Task instructions:
Of the material below, the lines to be retyped are those from the line containing "expect(page.getByTestId('flash-ok')).toContainText('at most 8" through the line containing "name: 'Add a", inclusive; reproduce them exactly.

Supplied data:
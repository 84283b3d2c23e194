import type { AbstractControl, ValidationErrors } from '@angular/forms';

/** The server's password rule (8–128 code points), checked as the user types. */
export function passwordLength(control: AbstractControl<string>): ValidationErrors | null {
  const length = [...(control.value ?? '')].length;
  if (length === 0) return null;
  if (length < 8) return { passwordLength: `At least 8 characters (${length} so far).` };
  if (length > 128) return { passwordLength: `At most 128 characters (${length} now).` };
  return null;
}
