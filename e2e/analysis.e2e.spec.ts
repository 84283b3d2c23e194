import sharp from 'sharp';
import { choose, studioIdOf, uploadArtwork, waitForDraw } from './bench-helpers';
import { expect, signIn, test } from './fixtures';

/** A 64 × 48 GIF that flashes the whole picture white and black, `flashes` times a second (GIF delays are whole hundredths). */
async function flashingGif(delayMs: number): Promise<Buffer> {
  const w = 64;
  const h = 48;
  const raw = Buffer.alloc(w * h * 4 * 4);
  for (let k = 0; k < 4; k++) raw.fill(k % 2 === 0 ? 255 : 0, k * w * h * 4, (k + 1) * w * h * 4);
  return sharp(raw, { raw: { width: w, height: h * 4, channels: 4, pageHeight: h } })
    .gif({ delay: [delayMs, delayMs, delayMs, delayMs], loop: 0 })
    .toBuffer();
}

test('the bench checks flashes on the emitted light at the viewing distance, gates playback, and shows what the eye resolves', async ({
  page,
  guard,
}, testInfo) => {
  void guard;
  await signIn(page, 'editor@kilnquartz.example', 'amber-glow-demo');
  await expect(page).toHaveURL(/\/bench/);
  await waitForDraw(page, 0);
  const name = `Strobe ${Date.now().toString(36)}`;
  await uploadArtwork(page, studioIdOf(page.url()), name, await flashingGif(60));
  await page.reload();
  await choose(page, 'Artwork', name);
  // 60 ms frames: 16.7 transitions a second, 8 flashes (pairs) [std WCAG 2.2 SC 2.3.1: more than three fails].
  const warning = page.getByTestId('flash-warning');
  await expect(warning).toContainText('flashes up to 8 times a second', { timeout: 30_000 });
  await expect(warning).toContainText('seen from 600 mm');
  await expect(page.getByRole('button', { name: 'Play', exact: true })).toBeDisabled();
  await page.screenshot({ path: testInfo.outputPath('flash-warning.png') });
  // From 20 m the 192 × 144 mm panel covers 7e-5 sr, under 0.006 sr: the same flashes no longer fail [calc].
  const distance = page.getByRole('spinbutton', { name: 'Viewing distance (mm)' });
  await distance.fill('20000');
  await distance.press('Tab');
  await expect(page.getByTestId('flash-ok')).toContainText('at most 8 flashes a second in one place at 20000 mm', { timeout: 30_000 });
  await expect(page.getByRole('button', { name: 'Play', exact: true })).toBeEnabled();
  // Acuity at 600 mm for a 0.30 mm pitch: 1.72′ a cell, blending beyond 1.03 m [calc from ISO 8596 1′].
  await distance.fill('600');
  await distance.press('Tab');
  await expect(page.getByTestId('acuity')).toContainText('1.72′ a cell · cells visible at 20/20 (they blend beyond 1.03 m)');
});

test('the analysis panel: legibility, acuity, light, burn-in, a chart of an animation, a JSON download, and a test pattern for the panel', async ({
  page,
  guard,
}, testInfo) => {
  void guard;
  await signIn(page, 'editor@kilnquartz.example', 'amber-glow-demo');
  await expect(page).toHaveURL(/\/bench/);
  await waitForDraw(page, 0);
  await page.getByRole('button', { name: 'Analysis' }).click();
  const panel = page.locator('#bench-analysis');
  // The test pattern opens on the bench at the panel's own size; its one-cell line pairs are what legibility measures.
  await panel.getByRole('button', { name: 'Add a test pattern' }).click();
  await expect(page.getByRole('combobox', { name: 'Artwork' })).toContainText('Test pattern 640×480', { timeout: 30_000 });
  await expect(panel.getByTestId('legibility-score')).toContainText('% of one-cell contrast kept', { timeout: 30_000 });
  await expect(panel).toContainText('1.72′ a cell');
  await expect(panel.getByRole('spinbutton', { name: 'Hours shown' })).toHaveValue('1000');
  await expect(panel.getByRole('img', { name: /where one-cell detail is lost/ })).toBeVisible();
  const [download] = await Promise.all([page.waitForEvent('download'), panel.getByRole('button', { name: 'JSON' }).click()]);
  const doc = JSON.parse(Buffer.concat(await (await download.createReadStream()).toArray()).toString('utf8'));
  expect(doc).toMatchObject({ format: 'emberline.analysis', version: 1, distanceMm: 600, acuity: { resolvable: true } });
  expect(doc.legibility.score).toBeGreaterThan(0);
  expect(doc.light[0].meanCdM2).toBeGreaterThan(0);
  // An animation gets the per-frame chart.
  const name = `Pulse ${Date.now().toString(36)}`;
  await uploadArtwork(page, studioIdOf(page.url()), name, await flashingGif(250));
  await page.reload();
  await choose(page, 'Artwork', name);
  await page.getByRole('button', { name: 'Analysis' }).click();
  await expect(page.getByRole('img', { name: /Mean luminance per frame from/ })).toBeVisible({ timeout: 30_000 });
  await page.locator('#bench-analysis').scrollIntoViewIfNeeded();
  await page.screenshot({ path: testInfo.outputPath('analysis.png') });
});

...

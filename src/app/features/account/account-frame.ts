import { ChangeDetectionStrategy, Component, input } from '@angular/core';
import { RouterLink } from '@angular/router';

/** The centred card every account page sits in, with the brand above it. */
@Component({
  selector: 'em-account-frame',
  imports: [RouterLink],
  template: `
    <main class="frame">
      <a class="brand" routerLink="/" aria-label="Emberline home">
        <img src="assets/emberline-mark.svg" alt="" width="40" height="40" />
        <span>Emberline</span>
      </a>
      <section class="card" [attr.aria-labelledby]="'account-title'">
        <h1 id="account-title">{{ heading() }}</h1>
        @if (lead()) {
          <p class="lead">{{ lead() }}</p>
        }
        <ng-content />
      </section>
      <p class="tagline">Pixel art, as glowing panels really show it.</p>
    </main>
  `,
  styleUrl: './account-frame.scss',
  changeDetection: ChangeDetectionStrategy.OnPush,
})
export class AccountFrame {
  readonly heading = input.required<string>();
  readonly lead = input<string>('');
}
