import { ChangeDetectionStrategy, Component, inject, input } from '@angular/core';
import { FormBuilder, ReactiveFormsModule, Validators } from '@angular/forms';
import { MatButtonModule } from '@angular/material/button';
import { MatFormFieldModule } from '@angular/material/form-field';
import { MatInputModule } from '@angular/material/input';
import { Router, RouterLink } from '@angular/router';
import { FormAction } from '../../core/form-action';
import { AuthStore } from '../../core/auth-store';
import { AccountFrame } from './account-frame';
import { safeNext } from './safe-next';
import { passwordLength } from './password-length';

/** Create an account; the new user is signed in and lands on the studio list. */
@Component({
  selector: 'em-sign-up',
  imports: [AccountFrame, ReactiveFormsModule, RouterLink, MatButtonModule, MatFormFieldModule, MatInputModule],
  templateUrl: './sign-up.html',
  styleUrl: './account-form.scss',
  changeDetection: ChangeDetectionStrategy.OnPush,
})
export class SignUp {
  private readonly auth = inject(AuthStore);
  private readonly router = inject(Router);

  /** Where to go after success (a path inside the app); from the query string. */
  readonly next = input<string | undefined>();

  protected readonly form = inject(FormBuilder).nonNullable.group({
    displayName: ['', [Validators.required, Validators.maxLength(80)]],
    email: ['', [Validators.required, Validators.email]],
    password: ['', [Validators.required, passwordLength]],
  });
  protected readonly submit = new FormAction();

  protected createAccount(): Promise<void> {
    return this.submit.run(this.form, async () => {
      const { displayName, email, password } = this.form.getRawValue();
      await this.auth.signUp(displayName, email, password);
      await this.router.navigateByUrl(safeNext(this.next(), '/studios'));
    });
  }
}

The answer:
  await expect(page.getByTestId('flash-ok')).toContainText('at most 8 flashes a second in one place at 20000 mm', { timeout: 30_000 });
  await expect(page.getByRole('button', { name: 'Play', exact: true })).toBeEnabled();
  // Acuity at 600 mm for a 0.30 mm pitch: 1.72′ a cell, blending beyond 1.03 m [calc from ISO 8596 1′].
  await distance.fill('600');
  await distance.press('Tab');
  await expect(page.getByTestId('acuity')).toContainText('1.72′ a cell · cells visible at 20/20 (they blend beyond 1.03 m)');
});

test('the analysis panel: legibility, acuity, light, burn-in, a chart of an animation, a JSON download, and a test pattern for the panel', async ({
  page,
  guard,
}, testInfo) => {
  void guard;
  await signIn(page, 'editor@kilnquartz.example', 'amber-glow-demo');
  await expect(page).toHaveURL(/\/bench/);
  await waitForDraw(page, 0);
  await page.getByRole('button', { name: 'Analysis' }).click();
  const panel = page.locator('#bench-analysis');
  // The test pattern opens on the bench at the panel's own size; its one-cell line pairs are what legibility measures.
  await panel.getByRole('button', { name: 'Add a test pattern' }).click();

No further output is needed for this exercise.